La narrazione inizia “in medias res” (nel mezzo dei fatti) e si snoda in una lunga analessi affidata alla memoria delle due voci narranti: il Sig. Lockwood e la governante Nelly.
Heathcliff varcherà le soglie di Cime Tempestose, nome della dimora del suo benefattore arroccata su di una collina, nella selvaggia e aspra bruchiera dello Yorkshire spazzata da forti venti, con lo stesso impeto e violenza descritti nella poesia, portando tormento e distruzione nelle vite dei suoi abitanti, i quali soccomberanno inesorabilemte sotto il peso della sua lucida follia vendicativa senza potervisi opporre. Heathcliff e Cathy si amano con la stessa intensità con cui si odiano, due anime simili per natura e diverse per estrazione sociale che daranno vita ad una passione distruttiva.
Non gli eventi o il destino avverso, ma l’egoismo e i capricci di Cathy, la rabbia e l’orgoglio di Heathcliff porteranno alla loro separazione.
Egli se ne andrà, ma al suo ritorno avrà maturato in sé una vendetta solenne: un turbine di bieche emozini esploderà, trafiggendo con schegge d’ira e astio le vite dei membri di due famiglie gli Earnshaw e i Linton e riverserà la sua ossesione malata sulle esistenze di due generazioni. La vendetta si placherà solo quando il battito della fonte di tanto rancore avrà trovato la sua quiete.
Lo stile di Emily è elegante e maestoso, senza nessun cedimento strutturale. Con abile mano scolpisce la psiche e le caratteristiche dei suoi personaggi plasmando sculture granitiche. Granitiche perché algide nei sentimenti, granitiche perchè immutevoli; lungo tutto il racconto saranno mossi dai loro sentimenti malsani, non un mutamento o una parvenza a diventar nobili d’animo. La Bronte scaglia a terra il cristallo dell’amore e dal prisma di colori che ne esce decide di attingere solo le tonalità più cupe e buie, tessendo un’intricata storia senza possibilità di redenzione per alcuno.
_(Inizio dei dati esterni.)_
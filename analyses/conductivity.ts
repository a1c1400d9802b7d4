/**
 * Ionic conductivity three ways, from one stored trajectory (the coordinate store of
 * analyses/msd.ts, shared with the per-species MSD):
 *
 * - Nernst–Einstein (ions independent): σ_NE = e²/(V k_B T) Σ_i N_i z_i² D_i with each species'
 *   MSD self-diffusion coefficient (src/transport.ts), uncertainty by first-order propagation
 *   of the D uncertainties (JCGM 100:2008).
 * - Einstein–Helfand (collective, includes ion–ion correlations):
 *     σ = lim_{t→∞} 1/(6 V k_B T) d/dt ⟨|ΔM(t)|²⟩,  M(t) = Σ_i q_i [r_i(t) − R(t)],
 *   with unwrapped, drift-corrected positions (R = the same centre of mass as the MSD; for a
 *   neutral system it cancels exactly), all time origins by FFT, slope over the automatic
 *   diffusive window of src/fit.ts (or the user's), uncertainty over independent segments
 *   (Helfand, Phys. Rev. 119, 1 (1960); e.g. Hansen & McDonald, Theory of Simple Liquids).
 * - Green–Kubo, when the file carries velocities:
 *     σ = 1/(3 V k_B T) ∫₀^∞ ⟨J(0)·J(t)⟩ dt,  J = Σ_i q_i v_i,
 *   value on the running integral's plateau (src/plateau.ts), uncertainty over segments (Green,
 *   J. Chem. Phys. 22, 398 (1954); Kubo, J. Phys. Soc. Jpn. 12, 570 (1957)).
 *
 * Ionicity σ/σ_NE (Einstein–Helfand over Nernst–Einstein) and the Haven ratio H = σ_NE/σ, both
 * with first-order uncertainties treating the two conductivities as independent (they are
 * positively correlated, so this overstates the uncertainty). Molar conductivity Λ = σ/c with
 * c the salt concentration, defined as the concentration of cations (count of cations /
 * (N_A ⟨V⟩)) — for a 1:1 salt the salt concentration; for other stoichiometries divide by the
 * number of cations per formula unit.
 *
 * Ions and other charged sites (`ionSites`): every charged site enters the collective current M
 * (or J), but only ions enter the Nernst–Einstein sum and the concentration. An ion is a single
 * atom with a non-zero whole charge (|q − round(q)| < 1e-6) that is not part of a larger
 * molecule (its residue, when the file has residues, carries the same net charge), or with
 * `molecules` a molecule with a non-zero whole net charge; or, when the user names them
 * (`ions`, for scaled-charge models), the sites the selection picks. Partial charges of neutral
 * molecules (water O −0.8476, H +0.4238) are not ions: their motion is part of the collective
 * current, but they carry no net charge and do not conduct independently.
 *
 * Green–Kubo is guarded as the VACF is (src/plateau.ts): the charge-current autocorrelation must keep
 * at least half of its zero-lag value after one frame interval (`correlationSamplingProblem`),
 * and the running integral must stay on its plateau (`plateauDriftCheck`).
 */
import type { Pass, PassContext, Quantity, Topology } from '../src/types.js';
import { quantity } from '../src/types.js';
import { asQuantity, estimate, hasReason, noteReason, reason, type Estimate, type Reason } from '../src/estimate.js';
import { parseSelection, selectAtoms } from '../src/selection.js';
import { UsageError } from '../src/errors.js';
import { AVOGADRO, BOLTZMANN, ELEMENTARY_CHARGE, CUBIC_ANGSTROM, A2_PER_PS } from '../src/units.js';
import { nernstEinsteinConductivity, nernstEinsteinUncertainty } from '../src/transport.js';
import { ratioWithUncertainty } from '../src/numerics/propagation.js';
import { sumOfAutocorrelations } from '../src/correlate.js';
import {
  fitSlopeWithSegments,
  maxLagIndex,
  uncertaintyRuleText,
  windowRuleText,
  DEFAULT_MAX_FRACTION,
} from '../src/fit.js';
import { correlationSamplingProblem } from '../src/plateau.js';
import { cumulativeTrapezoid } from '../src/numerics/trapezoid.js';
import { msdSumFft } from '../src/numerics/mean-squared-displacement.js';
import { chargeText, ionSites, type ChargeRule } from '../src/store/charges.js';
import { resolveLayout, type ChargedLayout, type IonLayoutSpec } from '../src/store/layout.js';
import { driftDescription, storeBytes, storePass, type StorePartial } from '../src/store/store.js';
import { StoreView } from '../src/store/view.js';
import { analyseMsd, DOES_NOT_MOVE, requireFrameInterval, type MsdResult, type ReadInfo } from './msd.js';
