/**
 * Lagged sums by block pairs, for long lag ranges (chosen automatically above; exported for
 * testing with small blocks): Σ_pairs Σ_{i=0}^{N−1−k} x_i y_{i+k}, k = 0 … maxLag.
 * x and y are cut into blocks of length B; the half spectra (real-input transforms of length
 * 2B, zero padded) of all blocks are formed, U_b for x and W_b for y. Lags k = dB + r, 0 ≤ r < B,
 * pair block b of x with blocks b+d and b+d+1 of y; since a shift by B in a length-2B transform
 * multiplies the spectrum by (−1)^f,
 *   R(dB + r) = IDFT_{2B}( Σ_b conj(U_b)·(W_{b+d} + (−1)^f W_{b+d+1}) )_r
 * with no wrap-around (block-convolution form of the correlation theorem, Numerical Recipes
 * §13.1–13.2). Cost: N/B real transforms per distinct series, one packed real inverse per lag
 * block and O(N·(maxLag/B)) spectral products done frequency by frequency in cache; memory
 * ≈ 16·N bytes per distinct series of one term (reused between calls, see the module comment).
 */
export function blockPairProductSums(
  pairs: ReadonlyArray<readonly [Float64Array, Float64Array]>,
  maxLag: number,
  blockLength: number,
): Float64Array {
  if (pairs.length === 0) throw new UsageError('blockPairProductSums: no series given');
  if (blockLength < 2 || nextPowerOfTwo(blockLength) !== blockLength) {
    throw new UsageError(`block length must be a power of two ≥ 2, got ${blockLength}`);
  }
  const n = pairs[0]![0].length;
  if (n === 0) throw new AnalysisError('cannot correlate an empty series');
  for (const [x, y] of pairs) {
    if (x.length !== n || y.length !== n) {
      throw new AnalysisError(`series lengths differ (${x.length}, ${y.length}, expected ${n})`);
    }
  }
  checkMaxLag(maxLag, n);
  return blockPairSums(
    pairs.map(([x, y]) => ({ x, y, bx: NO_BASELINE, by: NO_BASELINE })),
    maxLag,
    blockLength,
  );
}
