describe('outputs and inputs', () => {
  it('--partial-out naming the input (also through a symbolic or hard link) is refused; the input is unchanged', () => {
    const f = tmp.file('input.xyz', xyz(3));
    symlinkSync('input.xyz', join(tmp.dir, 'sym.xyz'));
    linkSync(f, join(tmp.dir, 'hard.xyz'));
    for (const target of ['input.xyz', join(tmp.dir, 'input.xyz'), 'sym.xyz', 'hard.xyz']) {
      const r = runFailing(['inspect', 'input.xyz', '--partial-out', target], [f], 2);
      expect(r.stderr).toMatch(/is also an input; refusing to overwrite it/);
    }
  });

  it('--partial-out into a missing folder or onto a folder is refused before any work', () => {
    tmp.file('in2.xyz', xyz(2));
    expect(runFailing(['inspect', 'in2.xyz', '--partial-out', 'no/such/folder/p.json'], [], 2).stderr).toMatch(/does not exist/);
    expect(runFailing(['inspect', 'in2.xyz', '--partial-out', tmp.dir], [], 2).stderr).toMatch(/is a folder/);
  });

  it('a CSV output into a missing folder is refused before the input is read', () => {
    // The input is broken too: a check made before reading reports the folder (exit 2); one made
    // after reading would report the input instead (exit 1). Exit statuses are sojourn's contract.
    const bad = tmp.file('broken-csv.xyz', '2\nc\nNa 0 0 0\nCl 1 1 x\n');
    const cases: string[][] = [
      ['rdf', 'broken-csv.xyz', '--pair', 'Na:Cl', '--box', '10,10,10', '--csv', 'no/such/dir/g'],
      ['shell', 'broken-csv.xyz', '--center', 'Na', '--around', 'Cl', '--cutoff', '3A', '--box', '10,10,10', '--csv', 'no/such/dir/s'],
      ['msd', 'broken-csv.xyz', '--csv', 'no/such/dir/m.csv'],
      ['conductivity', 'broken-csv.xyz', '--charges', 'Na=+1,Cl=-1', '--temperature', '300K', '--csv', 'no/such/dir/c.csv'],
    ];
    for (const args of cases) expect(runFailing(args, [bad], 2).stderr).toMatch(/no\/such\/dir.*does not exist|does not exist/);
    const table = tmp.file('p-csv.tsv', 'time pxy\n0 1\n1 2\n');
    expect(runFailing(['viscosity', 'p-csv.tsv', '--volume', '1000A3', '--temperature', '300K', '--csv', 'no/such/dir/v.csv'], [table], 2).stderr).toMatch(/does not exist/);
  });

  it('a failing run leaves an existing --partial-out file byte-identical, creates none, and leaves no temporary files', () => {
    const bad = tmp.file('broken.xyz', '2\nc\nNa 0 0 0\nCl 1 1 x\n');
    const old = tmp.file('old-partial.json', '{"left":"alone"}\n');
    const before = tmp.list();
    const h = hashes([old, bad]);
    runFailing(['inspect', 'broken.xyz', '--partial-out', 'old-partial.json'], [bad], 1);
    runFailing(['inspect', 'broken.xyz', '--partial-out', 'new-partial.json'], [bad], 1);
    expect(h.same()).toBe(true);
    expect(tmp.list()).toEqual(before);
  });

  it('a run that reads well but cannot give its own result writes no --partial-out and no temporary file', () => {
    // 3 frames: msd refuses (it needs at least 16 frames) after the partial results exist; the
    // partial file is staged and must not appear, as with any failing run (sojourn's contract).
    const f = tmp.file('three.xyz', xyz(3));
    const before = tmp.list();
    const r = runFailing(['msd', 'three.xyz', '--threads', '1', '--partial-out', 'three-part.json'], [f], 1);
    expect(r.stderr).toMatch(/needs at least/);
    expect(tmp.list()).toEqual(before);
  });

  it('a successful run replaces --partial-out whole and leaves no temporary files', () => {
    const f = tmp.file('ok.xyz', xyz(3));
    tmp.file('part.json', 'old content');
    const before = tmp.list();
    const h = hashes([f]);
    const r = runCli(['inspect', 'ok.xyz', '--partial-out', 'part.json', '--threads', '1'], { cwd: tmp.dir });
    expect(r.status).toBe(0);
    const doc = JSON.parse(readFileSync(join(tmp.dir, 'part.json'), 'utf8'));
    expect(doc.kind).toBe('partial');
    expect(doc.input.sha256).toBe(sha256File(f));
    expect(h.same()).toBe(true);
    expect(tmp.list()).toEqual(before);
  });

  it('killing a run at any moment leaves --partial-out either as it was or complete, never part-written', async () => {
    // Large enough that the run takes a noticeable time; kills are spread over its duration.
    const big = tmp.file('big.xyz', xyz(3000, 16));
    const target = join(tmp.dir, 'kill-partial.json');
    const args = ['inspect', 'big.xyz', '--partial-out', 'kill-partial.json', '--threads', '1', '--quiet'];
    const t0 = Date.now();
    expect(runCli(args, { cwd: tmp.dir }).status).toBe(0);
    const full = Date.now() - t0;
    const complete = readFileSync(target, 'utf8');
    const h = hashes([big]);
    for (const frac of [0.3, 0.7, 0.9, 0.97, 1.03]) {
      writeFileSync(target, 'previous content');
      const child = startCli(args, tmp.dir);
      const closed = new Promise((res) => child.once('close', res));
      await new Promise((res) => setTimeout(res, frac * full));
      child.kill('SIGKILL'); // no effect when it has already finished
      await closed;
      const now = readFileSync(target, 'utf8');
      expect(now === 'previous content' || now === complete, `after a kill at ${Math.round(frac * 100)}% the file holds ${now.length} bytes`).toBe(true);
    }
    expect(h.same()).toBe(true);
  });

  it('inspect on a file whose last frame is cut short warns and exits 0; --strict exits 1', () => {
    const text = xyz(3) + '2\nLattice="20 0 0 0 20 0 0 0 20" Properties=species:S:1:pos:R:3 Time=1.5\nNa 0.030 1.000 2.000\nCl 1.5';
    const f = tmp.file('short-last.xyz', text);
    const h = hashes([f]);
    const ok = runCli(['inspect', 'short-last.xyz', '--threads', '1'], { cwd: tmp.dir });
    expect(ok.status).toBe(0);
    expect(ok.stderr).toMatch(/warning: short-last\.xyz: frame 4 is truncated/);
    expect(ok.stdout).toMatch(/frames\s+3/);
    const strict = runFailing(['inspect', 'short-last.xyz', '--strict', '--threads', '1'], [f], 1);
    expect(strict.stderr).toMatch(/short-last\.xyz:13: frame 4 is truncated/);
    expect(h.same()).toBe(true);
  });

  it('the same through worker threads (the default with 2 or more cores): the cut last frame is still reported', () => {
    const many = tmp.file('short-many.xyz', xyz(10) + '2\nLattice="20 0 0 0 20 0 0 0 20" Properties=species:S:1:pos:R:3 Time=9\nNa 0');
    const ok = runCli(['inspect', 'short-many.xyz', '--threads', '2'], { cwd: tmp.dir });
    expect(ok.status).toBe(0);
    expect(ok.stderr).toMatch(/warning: short-many\.xyz: frame 11 is truncated/);
    const strict = runFailing(['inspect', 'short-many.xyz', '--strict', '--threads', '2'], [many], 1);
    expect(strict.stderr).toMatch(/short-many\.xyz:\d+: frame 11 is truncated/);
  });

  it('a file without a final newline whose last row may be cut is read with a warning; --strict refuses it', () => {
    const f = tmp.file('no-newline.xyz', xyz(2).replace(/\n$/, ''));
    const ok = runCli(['inspect', 'no-newline.xyz', '--threads', '1'], { cwd: tmp.dir });
    expect(ok.status).toBe(0);
    expect(ok.stderr).toMatch(/no-newline\.xyz:8: frame 2 may be truncated/);
    runFailing(['inspect', 'no-newline.xyz', '--strict', '--threads', '1'], [f], 1);
  });

  it('standard input: a cut gzip stream is named as such', () => {
    const r = runCli(['inspect', '-', '--format', 'xyz'], { cwd: tmp.dir, input: gzipSync(xyz(4)).subarray(0, 50) });
    expect(r.status).toBe(1);
    expect(r.stdout).toBe('');
    expect(r.stderr).toMatch(/<stdin>: gzip stream truncated/);
  });
});

describe('bad input met by a worker while this thread is still reading', () => {
  it('is reported like a one-thread read: the earliest bad frame, file:line, exit 1', () => {
    // 128 frames of 4000 atoms → 8 chunks of 16 frames (src/commands/parallel.ts). Faults in frame
    // 17 (second chunk: a worker's, taken while this thread reads the first) and frame 100: the
    // report must be the one-thread report of the earliest fault (sojourn's contract), whichever
    // thread meets its fault first, and never an unhandled rejection.
    const rnd = new Random(3);
    const lines: string[] = [];
    const faults = new Map<number, number>();
    for (let f = 0; f < 128; f++) {
      lines.push('4000', `Lattice="40 0 0 0 40 0 0 0 40" Properties=species:S:1:pos:R:3 Time=${(0.5 * f).toFixed(1)}`);
      for (let i = 0; i < 4000; i++) {
        const bad = (f === 17 || f === 100) && i === 7;
        if (bad) faults.set(f, lines.length + 1);
        lines.push(`${i % 2 ? 'Cl' : 'Na'} ${(40 * rnd.uniform()).toFixed(3)} ${(40 * rnd.uniform()).toFixed(3)} ${bad ? '2.0.0' : (40 * rnd.uniform()).toFixed(3)}`);
      }
    }
    const f = tmp.file('late-fault.xyz', lines.join('\n') + '\n');
    const one = runFailing(['rdf', 'late-fault.xyz', '--pair', 'Na:Cl', '--r-max', '10A', '--threads', '1'], [f], 1);
    const two = runFailing(['rdf', 'late-fault.xyz', '--pair', 'Na:Cl', '--r-max', '10A', '--threads', '2'], [f], 1);
    expect(one.stderr).toMatch(line('late-fault.xyz', faults.get(17)!));
    expect(two.stderr).toMatch(line('late-fault.xyz', faults.get(17)!));
    expect(two.stderr).not.toMatch(/Node\.js v|at .*parallel/);
  });
});

describe('degenerate but valid input', () => {
  it('msd of atoms that never move: D = 0 exactly, flagged not converged, α2 reported as undefined', () => {
    // Closed form: no displacement gives MSD(t) = 0 at every lag, so D = 0; α2 = 3⟨Δr⁴⟩/(5⟨Δr²⟩²) − 1
    // (Rahman 1964) is 0/0 and must be named undefined rather than printed as NaN.
    let s = '';
    for (let f = 0; f < 60; f++) {
      s += `3\nLattice="20 0 0 0 20 0 0 0 20" Properties=species:S:1:pos:R:3 Time=${(f * 0.1).toFixed(1)}\n`;
      for (let i = 0; i < 3; i++) s += `Ar ${3 * i + 1} 2 3\n`;
    }
    tmp.file('frozen.xyz', s);
    const text = runCli(['msd', 'frozen.xyz', '--threads', '1'], { cwd: tmp.dir });
    expect(text.status).toBe(0);
    expect(text.stdout).toMatch(/α2 undefined: the atoms did not move/);
    expect(text.stdout).not.toMatch(/NaN/);
    const json = runCli(['msd', 'frozen.xyz', '--threads', '1', '--json'], { cwd: tmp.dir });
    const g = JSON.parse(json.stdout).results.groups[0];
    expect(g.diffusion.value).toBe(0);
    expect(g.converged).toBe(false);
  });
});
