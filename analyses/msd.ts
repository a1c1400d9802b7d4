/**
 * Mean-squared displacement (MSD) and self-diffusion, and the coordinate store it shares with
 * the velocity autocorrelation and conductivity analyses.
 *
 * The coordinate store
 * --------------------
 * The MSD over all time origins needs every frame, so this is the one analysis that keeps the
 * whole trajectory of its "sites" in memory: unwrapped positions as Float64Array, frame-major,
 * in chunks of whole frames (3 × 8 bytes per site-frame; the result reports the bytes held).
 * A site is an atom, or the centre of mass of a molecule (residue) with `molecules`.
 * - Unwrapping: src/unwrap.ts (previous unwrapped position + minimum-image step). Input that
 *   is already unwrapped passes through unchanged as long as no atom moves half a cell between
 *   frames. With molecules, each molecule is first made whole in the first frame (minimum image
 *   of each atom relative to the molecule's first atom) and then followed continuously.
 * - Drift: by default the system's centre-of-mass position R(t), mass-weighted over ALL atoms
 *   with a known mass (equal weights if none has one), is stored per frame and subtracted from
 *   every site: r_i(t) − R(t). Velocities get the same treatment with the centre-of-mass velocity.
 * - Partials and merge: a partial holds the unwrapped block of a frame range, plus the raw and
 *   unwrapped positions of its first and last frame. merge(a, b) makes b continue a exactly as a
 *   single run would: every atom of b is shifted by
 *     s = u_a(last) + mic(x_b(first) − x_a(last)) − u_b(first),
 *   the minimum image taken in b's first cell (as the unwrapper does for a step), sites and
 *   centre of mass by the same linear combination. b's arrays are shifted in place (b is
 *   consumed). The shifts compose, so the merge is associative.
 *
 * The MSD
 * -------
 * For one coordinate x(t), t = 0 … T−1, over all time origins,
 *   MSD(m) = 1/(T−m) Σ_{t=0}^{T−m−1} [x(t+m) − x(t)]² = S1(m) − 2 S2(m),
 *   S1(m) = 1/(T−m) Σ_{t=0}^{T−m−1} [x(t)² + x(t+m)²]  (a running sum),
 *   S2(m) = 1/(T−m) Σ_{t=0}^{T−m−1} x(t) x(t+m)        (autocorrelation by FFT, src/correlate.ts),
 * the Wiener–Khinchin route of Kneller, Keiner, Kneller & Schiller, Comput. Phys. Commun. 91,
 * 191 (1995) (also Calandrini et al., École thématique SFN 12, 201 (2011)). Each series is
 * centred on its mean first (the MSD does not change; the sums stay well conditioned).
 * D = slope / (2d) over the fit window of src/fit.ts (d = 3, or 2 with a plane).
 * The non-Gaussian parameter α2 (Rahman 1964) is computed from its definition over all time
 * origins, at about five log-spaced lags per decade, on the same gathered series (the exact FFT
 * form needs a dozen correlations of powers of the coordinates and loses precision).
 * One gather of each block of sites serves the full-run MSD, the segment MSDs and α2.
 * Every curve is a sum over sites (`GroupSums`), so a run whose sites do not fit in memory can
 * store the sites in batches over several reads of the file (`StoreOptions.sites`,
 * src/commands/batching.ts) and add the batches' sums (`addGroupSums`, `finishMsd`): the result
 * equals one read's to round-off.
 */
import type { CellMatrix, Frame, Pass, PassContext, Quantity, Topology } from '../src/types.js';
import { quantity } from '../src/types.js';
import { CellGeometry, isOrthorhombic, volume as cellVolume } from '../src/cell.js';
import { Unwrapper } from '../src/unwrap.js';
import { parseSelection, selectAtoms } from '../src/selection.js';
import { sumOfAutocorrelations } from '../src/correlate.js';
import { AnalysisError, UsageError } from '../src/errors.js';
import { A2_PER_PS } from '../src/units.js';
import { checkMassesUsed } from '../src/masses.js';
import { warnDiffusionRange } from '../src/checks.js';
import { yehHummerCorrection, YEH_HUMMER_XI } from '../src/transport.js';
import {
  blockStatistics,
  fitLine,
  maxLagIndex,
  planSegments,
  segmentedDiffusiveWindow,
  segmentFactorNote,
  segmentUncertaintyFactor,
  windowFromTimes,
  FULL_CONFIDENCE_SEGMENTS,
  DEFAULT_MAX_FRACTION,
  DEFAULT_SEGMENTS,
  DEFAULT_SLOPE_TOLERANCE,
  MIN_SEGMENTS,
  MIN_WINDOW_POINTS,
  type LagWindow,
} from '../src/fit.js';

// ---------------------------------------------------------------------------------------------
// Sites and groups
// ---------------------------------------------------------------------------------------------

/**
 * Sites as linear combinations of atoms (compressed rows): site s is
 * Σ_{k=start[s]}^{start[s+1]−1} weights[k] · r(atoms[k]).
 */
export interface SiteMap {
  count: number;
  start: Int32Array;
  atoms: Int32Array;
  weights: Float64Array;
}

/** A group of sites reported together (a species, a molecule kind, a selection). */
export interface SiteGroup {
  label: string;
  /** Site indices (into the SiteMap). */
  sites: Int32Array;
  /** Charge of each site of the group in e, when known (conductivity). */
  charge?: number;
  /** Whether the group's sites are ions (conductivity: Nernst–Einstein and concentration). */
  ion?: boolean;
}

/** Sites and groups for one topology. */
export interface SiteLayout {
  map: SiteMap;
  groups: SiteGroup[];
  molecules: boolean;
  notes: string[];
}

/** Builds the layout from the topology (called at create and at finish; must be deterministic). */
export type LayoutSpec = (topology: Topology) => SiteLayout;
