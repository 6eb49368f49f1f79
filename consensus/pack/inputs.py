"""Everything the meeting pack shows, as one plain object, and a synthetic example of it.

The store side gathers a :class:`PackInputs` for a cycle; the pack side turns it
into HTML and PDF without touching the store again.  :func:`example_pack_inputs`
builds an invented, seeded scenario of any size for tests and the benchmark.
"""

from __future__ import annotations

from dataclasses import dataclass, field
from datetime import datetime

import numpy as np
import pandas as pd

from consensus.errors import InvalidSpec
from consensus.vocabulary import describe_change
from consensus.periods import (
    DEFAULT_LAG_BUCKETS,
    horizon_months,
    lag_bucket_labels,
    month_index,
    month_names,
    shift_month,
)

STATUSES = ("draft", "published")

#: Columns each frame of PackInputs must carry (frames may be empty).
FRAME_COLUMNS: dict[str, tuple[str, ...]] = {
    "submissions": ("source", "scope", "filename", "sha256", "submitted_by", "submitted_at", "status", "rows"),
    "missing": ("source", "scope"),
    "items": ("item", "family", "unit_price"),
    "locations": ("location", "region"),
    "actuals": ("item", "location", "period", "quantity"),
    "sources": ("source", "item", "location", "period", "quantity"),
    "consensus": ("item", "location", "period", "lag", "consensus", "lower_80", "upper_80", "lower_95", "upper_95"),
    "previous": ("item", "location", "period", "consensus"),
    "weights": ("segment", "lag_bucket", "source", "weight", "psi", "n_cycles", "mse", "basis", "note"),
    "scorecard": (
        "source", "level", "lag_bucket", "n", "n_zero_actual", "mad", "mse", "rmse", "mape", "wape",
        "bias", "bias_pct", "tracking_signal", "ts_flag", "mase",
    ),
    "scorecard_history": ("source", "cycle", "wape", "bias_pct"),
    "disagreement": ("item", "location", "period", "family", "spread", "spread_ratio", "flagged"),
    "fva": ("step", "wape", "n"),
    "decisions": ("at", "author", "scope", "period", "change", "reason"),
    "components": ("component", "period", "quantity"),
    "band_coverage": ("level", "nominal", "coverage", "winkler"),
    "level_bands": ("level", "node", "period", "lower_80", "upper_80", "lower_95", "upper_95"),
    # One row per item × location of the statistical forecast; holdout_wape is a fraction (0.12 = 12%),
    # fallback is "" when a fitted method was used.
    "series": ("item", "location", "pattern", "method", "holdout_wape", "fallback"),
    # One row per DC, as consensus.methods.amplification.measure_amplification gives it (ratio NaN when not
    # measured; limit = the flag multiple × bound; explanation one plain sentence).
    "amplification": ("location", "n_series", "n_months", "ratio", "moving_average_months", "lead_time_months",
                      "bound", "limit", "flagged", "explanation"),
    # Accuracy by demand pattern pooled over every lag, as consensus.methods.scoring stores it (a lag_bucket
    # column, when present, is kept to its "all" rows); wape and bias_pct in %, mase a ratio.
    "accuracy_patterns": ("pattern", "source", "n", "wape", "mase", "bias_pct"),
    # The run's persistent-bias corrections (consensus.methods.bias.BIAS_COLUMNS): a source's numbers are
    # multiplied by factor, per segment and lag bucket, before they are weighed.
    "bias": ("segment", "lag_bucket", "source", "persistent", "factor"),
}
Ed è qui che a parer mio sta l’immortalità di quest’opera, nello stile innovativo e nell’audacia dei contenuti, che se si pensa al contesto storico nella quale è stata scritta, la rendono unica nel suo genere. Una sorta di congiunzione tra analisi psicologica e critica sociale che va a creare un precedente solitario destinato a durare nel tempo, un urlo che si inalza come assolo nel coro della narrativa romantica vittoriana.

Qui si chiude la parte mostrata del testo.